→ **Exercise aim**: Please print every record below exactly as it appears.

----

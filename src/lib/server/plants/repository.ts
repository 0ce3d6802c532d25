/** Plant queries for the lists, the API and claiming. Queries only. */
import { and, asc, count, desc, eq, inArray, isNull, sql, type SQL } from 'drizzle-orm';
import { climateProfiles, cultivars, milestones, planSteps, plants, sales, users } from '../db/schema';
import type { AnyDb } from '../secrets';

const listColumns = {
	id: plants.id,
	saleId: plants.saleId,
	cultivarId: plants.cultivarId,
	cultivarSlug: cultivars.slug,
	cultivarName: cultivars.name,
	soldOn: plants.soldOn,
	ageAtSaleWeeks: plants.ageAtSaleWeeks,
	claimedAt: plants.claimedAt,
	gardenerId: plants.gardenerId,
	gardenerName: users.name,
	plantedOn: plants.plantedOn,
	ageAtPlantingWeeks: plants.ageAtPlantingWeeks,
	climateProfileId: plants.climateProfileId,
	climateName: climateProfiles.name,
	profileMeans: climateProfiles.monthlyMeanC,
	customMonthlyMeanC: plants.customMonthlyMeanC,
	units: plants.units
};

const listQuery = (db: AnyDb) =>
	db
		.select(listColumns)
		.from(plants)
		.innerJoin(cultivars, eq(cultivars.id, plants.cultivarId))
		.leftJoin(users, eq(users.id, plants.gardenerId))
		.leftJoin(climateProfiles, eq(climateProfiles.id, plants.climateProfileId));

export type PlantListRow = Awaited<ReturnType<typeof listQuery>>[number];

/** Who is asking: a gardener sees their own plants, staff and the owner see every plant. */
export type PlantScope = { kind: 'gardener'; gardenerId: number } | { kind: 'all' };

/**
 * The filter for a scope. Further filters (stage, cultivar, dates) join this list, so one query
 * serves the gardener's page, the nursery's table and the API.
 */
export function plantFilters(scope: PlantScope): SQL[] {
	const where: SQL[] = [isNull(plants.archivedAt)];
	if (scope.kind === 'gardener') where.push(eq(plants.gardenerId, scope.gardenerId));
	return where;
}

export function plantsRepository(db: AnyDb) {
	const base = () => listQuery(db);
	return {
		page: (where: SQL[], limit: number, offset: number) =>
			base()
				.where(and(...where))
				.orderBy(sql`${plants.plantedOn} desc nulls last`, desc(plants.soldOn), asc(plants.id))
				.limit(limit)
				.offset(offset),
		count: async (where: SQL[]) => (await db.select({ n: count() }).from(plants).where(and(...where)))[0].n,
		one: async (where: SQL[]) => (await base().where(and(...where)))[0],
		/** The stored plan steps of a page of plants, each plant's in plan order. */
		storedSteps: (plantIds: number[]) =>
			plantIds.length === 0
				? Promise.resolve([])
				: db
						.select({ plantId: planSteps.plantId, kind: planSteps.kind, title: planSteps.title, generation: planSteps.generation, likely: planSteps.likely, observed: planSteps.observed })
						.from(planSteps)
						.where(inArray(planSteps.plantId, plantIds))
						.orderBy(asc(planSteps.plantId), asc(planSteps.likely), asc(planSteps.id)),
		/** The logged milestones of a page of plants. */
		/** The milestones of these plants, newest first (the board shows each plant's latest few). */
		milestonesOf: (plantIds: number[]) =>
			plantIds.length === 0
				? Promise.resolve([])
				: db
						.select({ plantId: milestones.plantId, id: milestones.id, kind: milestones.kind, generation: milestones.generation, on: milestones.on, leaves: milestones.leaves, photoId: milestones.photoId })
						.from(milestones)
						.where(inArray(milestones.plantId, plantIds))
						.orderBy(desc(milestones.on), desc(milestones.id)),
		/** A plant by its claim code's hash, with what the claim page shows. */
		byClaimHash: async (hash: string) =>
			(
				await db
					.select({
						id: plants.id,
						cultivarId: plants.cultivarId,
						cultivarName: cultivars.name,
						soldOn: plants.soldOn,
						ageAtSaleWeeks: plants.ageAtSaleWeeks,
						claimedAt: plants.claimedAt,
						gardenerId: plants.gardenerId,
						buyerEmail: sales.buyerEmail
					})
					.from(plants)
					.innerJoin(cultivars, eq(cultivars.id, plants.cultivarId))
					.leftJoin(sales, eq(sales.id, plants.saleId))
					.where(eq(plants.claimCodeHash, hash))
			)[0],
		/** Claims the plant only if its code is still open: a code is used once, even by racing requests. */
		claim: async (hash: string, v: Partial<typeof plants.$inferInsert>) =>
			(
				await db
					.update(plants)
					.set(v)
					.where(and(eq(plants.claimCodeHash, hash), isNull(plants.claimedAt)))
					.returning({ id: plants.id })
			)[0]
	};
}
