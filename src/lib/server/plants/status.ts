/**
 * Where a plant is today and what comes next: the one place that answers it for the plant lists
 * and the API. Today it reads the plan the engine computes from the plant's inputs; stored plans
 * (plan_steps) can replace the computation here without any caller changing.
 */
import { computePlan, type Cultivar, type FeedingSettings, type IsoDate, type Plan, type Step, type StepKind } from '../../care';

export interface PlantInputs {
	cultivar: Cultivar;
	plantedOn: IsoDate | null;
	ageAtPlantingWeeks: number | null;
	monthlyMeanC: number[] | null;
	units: 'metric' | 'imperial';
}

export interface PlantStatus {
	/** Plain words for where the plant is; null when it is not planted (or not claimed) yet. */
	stage: { id: string; label: string } | null;
	/** The first step whose likely day is today or later. */
	nextStep: { kind: StepKind; title: string; on: IsoDate; generation: number } | null;
}

/** Stage of the plant as sold, from the last kind of step it has passed (most recent wins). */
const STAGE_AFTER: readonly [StepKind, string, string][] = [
	['planting', 'planted', 'Just planted'],
	['feeding', 'growing-leaves', 'Growing leaves'],
	['followers', 'followers-out', 'Followers out'],
	['flag-leaf', 'flowering', 'Flowering and bunch filling'],
	['harvest', 'ready', 'Ready to harvest'],
	['cut-back', 'cut-back', 'Cut back'],
	['stem-removal', 'handed-on', 'Handed on to its follower']
];

export function statusFromPlan(plan: Plan, today: IsoDate): PlantStatus {
	const own = plan.steps.filter((s) => s.generation === 0);
	const firstOf = (kind: StepKind): Step | undefined => (kind === 'feeding' ? plan.steps : own).find((s) => s.kind === kind);
	let stage: PlantStatus['stage'] = null;
	for (const [kind, id, label] of STAGE_AFTER) {
		const s = firstOf(kind);
		const start = kind === 'harvest' ? s?.earliest : s?.likely;
		if (start !== undefined && start <= today) stage = { id, label };
	}
	const next = plan.steps.find((s) => s.likely >= today);
	return { stage, nextStep: next ? { kind: next.kind, title: next.title, on: next.likely, generation: next.generation } : null };
}

export function plantStatus(plant: PlantInputs, feeding: FeedingSettings, today: IsoDate): PlantStatus {
	if (!plant.plantedOn || plant.ageAtPlantingWeeks === null || !plant.monthlyMeanC) return { stage: null, nextStep: null };
	const plan = computePlan({
		cultivar: plant.cultivar,
		plantedOn: plant.plantedOn,
		ageAtPlantingWeeks: plant.ageAtPlantingWeeks,
		climate: { monthlyMeanC: plant.monthlyMeanC },
		units: plant.units,
		feeding
	});
	return statusFromPlan(plan, today);
}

----

→ **Answer box**:
filename src/lib/server/plants/repository.ts
repository 0ce3d6802c532d25
/** Plant queries for the lists, the API and claiming. Queries only. */
import { and, asc, count, desc, eq, inArray, isNull, sql, type SQL } from 'drizzle-orm';
import { climateProfiles, cultivars, milestones, planSteps, plants, sales, users } from '../db/schema';
import type { AnyDb } from '../secrets';

const listColumns = {
	id: plants.id,
	saleId: plants.saleId,
	cultivarId: plants.cultivarId,
	cultivarSlug: cultivars.slug,
	cultivarName: cultivars.name,
	soldOn: plants.soldOn,
	ageAtSaleWeeks: plants.ageAtSaleWeeks,
	claimedAt: plants.claimedAt,
	gardenerId: plants.gardenerId,
	gardenerName: users.name,
	plantedOn: plants.plantedOn,
	ageAtPlantingWeeks: plants.ageAtPlantingWeeks,
	climateProfileId: plants.climateProfileId,
	climateName: climateProfiles.name,
	profileMeans: climateProfiles.monthlyMeanC,
	customMonthlyMeanC: plants.customMonthlyMeanC,
	units: plants.units
};

const listQuery = (db: AnyDb) =>
	db
		.select(listColumns)
		.from(plants)
		.innerJoin(cultivars, eq(cultivars.id, plants.cultivarId))
		.leftJoin(users, eq(users.id, plants.gardenerId))
		.leftJoin(climateProfiles, eq(climateProfiles.id, plants.climateProfileId));

export type PlantListRow = Awaited<ReturnType<typeof listQuery>>[number];

/** Who is asking: a gardener sees their own plants, staff and the owner see every plant. */
export type PlantScope = { kind: 'gardener'; gardenerId: number } | { kind: 'all' };

/**
 * The filter for a scope. Further filters (stage, cultivar, dates) join this list, so one query
 * serves the gardener's page, the nursery's table and the API.
 */
export function plantFilters(scope: PlantScope): SQL[] {
	const where: SQL[] = [isNull(plants.archivedAt)];
	if (scope.kind === 'gardener') where.push(eq(plants.gardenerId, scope.gardenerId));
	return where;
}

export function plantsRepository(db: AnyDb) {
	const base = () => listQuery(db);
	return {
		page: (where: SQL[], limit: number, offset: number) =>
			base()
				.where(and(...where))
				.orderBy(sql`${plants.plantedOn} desc nulls last`, desc(plants.soldOn), asc(plants.id))
				.limit(limit)
				.offset(offset),
		count: async (where: SQL[]) => (await db.select({ n: count() }).from(plants).where(and(...where)))[0].n,
		one: async (where: SQL[]) => (await base().where(and(...where)))[0],
		/** The stored plan steps of a page of plants, each plant's in plan order. */
		storedSteps: (plantIds: number[]) =>
			plantIds.length === 0
				? Promise.resolve([])
				: db
						.select({ plantId: planSteps.plantId, kind: planSteps.kind, title: planSteps.title, generation: planSteps.generation, likely: planSteps.likely, observed: planSteps.observed })
						.from(planSteps)
						.where(inArray(planSteps.plantId, plantIds))
						.orderBy(asc(planSteps.plantId), asc(planSteps.likely), asc(planSteps.id)),
		/** The logged milestones of a page of plants. */
		/** The milestones of these plants, newest first (the board shows each plant's latest few). */
		milestonesOf: (plantIds: number[]) =>
			plantIds.length === 0
				? Promise.resolve([])
				: db
						.select({ plantId: milestones.plantId, id: milestones.id, kind: milestones.kind, generation: milestones.generation, on: milestones.on, leaves: milestones.leaves, photoId: milestones.photoId })
						.from(milestones)
						.where(inArray(milestones.plantId, plantIds))
						.orderBy(desc(milestones.on), desc(milestones.id)),
		/** A plant by its claim code's hash, with what the claim page shows. */
		byClaimHash: async (hash: string) =>
			(
				await db
					.select({
						id: plants.id,
						cultivarId: plants.cultivarId,
						cultivarName: cultivars.name,
						soldOn: plants.soldOn,
						ageAtSaleWeeks: plants.ageAtSaleWeeks,
						claimedAt: plants.claimedAt,
						gardenerId: plants.gardenerId,
						buyerEmail: sales.buyerEmail
					})
					.from(plants)
					.innerJoin(cultivars, eq(cultivars.id, plants.cultivarId))
					.leftJoin(sales, eq(sales.id, plants.saleId))
					.where(eq(plants.claimCodeHash, hash))
			)[0],
		/** Claims the plant only if its code is still open: a code is used once, even by racing requests. */
		claim: async (hash: string, v: Partial<typeof plants.$inferInsert>) =>
			(
				await db
					.update(plants)
					.set(v)
					.where(and(eq(plants.claimCodeHash, hash), isNull(plants.claimedAt)))
					.returning({ id: plants.id })
			)[0]
	};
}
filename src/lib/server/plants/status.ts
/**
 * Where a plant is today and what comes next: the one place that answers it for the plant lists
 * and the API. Today it reads the plan the engine computes from the plant's inputs; stored plans
 * (plan_steps) can replace the computation here without any caller changing.
 */
import { computePlan, type Cultivar, type FeedingSettings, type IsoDate, type Plan, type Step, type StepKind } from '../../care';

export interface PlantInputs {
	cultivar: Cultivar;
	plantedOn: IsoDate | null;
	ageAtPlantingWeeks: number | null;
	monthlyMeanC: number[] | null;
	units: 'metric' | 'imperial';
}

export interface PlantStatus {
	/** Plain words for where the plant is; null when it is not planted (or not claimed) yet. */
	stage: { id: string; label: string } | null;
	/** The first step whose likely day is today or later. */
	nextStep: { kind: StepKind; title: string; on: IsoDate; generation: number } | null;
}

/** Stage of the plant as sold, from the last kind of step it has passed (most recent wins). */
const STAGE_AFTER: readonly [StepKind, string, string][] = [
	['planting', 'planted', 'Just planted'],
	['feeding', 'growing-leaves', 'Growing leaves'],
	['followers', 'followers-out', 'Followers out'],
	['flag-leaf', 'flowering', 'Flowering and bunch filling'],
	['harvest', 'ready', 'Ready to harvest'],
	['cut-back', 'cut-back', 'Cut back'],
	['stem-removal', 'handed-on', 'Handed on to its follower']
];

export function statusFromPlan(plan: Plan, today: IsoDate): PlantStatus {
	const own = plan.steps.filter((s) => s.generation === 0);
	const firstOf = (kind: StepKind): Step | undefined => (kind === 'feeding' ? plan.steps : own).find((s) => s.kind === kind);
	let stage: PlantStatus['stage'] = null;
	for (const [kind, id, label] of STAGE_AFTER) {
		const s = firstOf(kind);
		const start = kind === 'harvest' ? s?.earliest : s?.likely;
		if (start !== undefined && start <= today) stage = { id, label };
	}
	const next = plan.steps.find((s) => s.likely >= today);
	return { stage, nextStep: next ? { kind: next.kind, title: next.title, on: next.likely, generation: next.generation } : null };
}

export function plantStatus(plant: PlantInputs, feeding: FeedingSettings, today: IsoDate): PlantStatus {
	if (!plant.plantedOn || plant.ageAtPlantingWeeks === null || !plant.monthlyMeanC) return { stage: null, nextStep: null };
	const plan = computePlan({
		cultivar: plant.cultivar,
		plantedOn: plant.plantedOn,
		ageAtPlantingWeeks: plant.ageAtPlantingWeeks,
		climate: { monthlyMeanC: plant.monthlyMeanC },
		units: plant.units,
		feeding
	});
	return statusFromPlan(plan, today);
}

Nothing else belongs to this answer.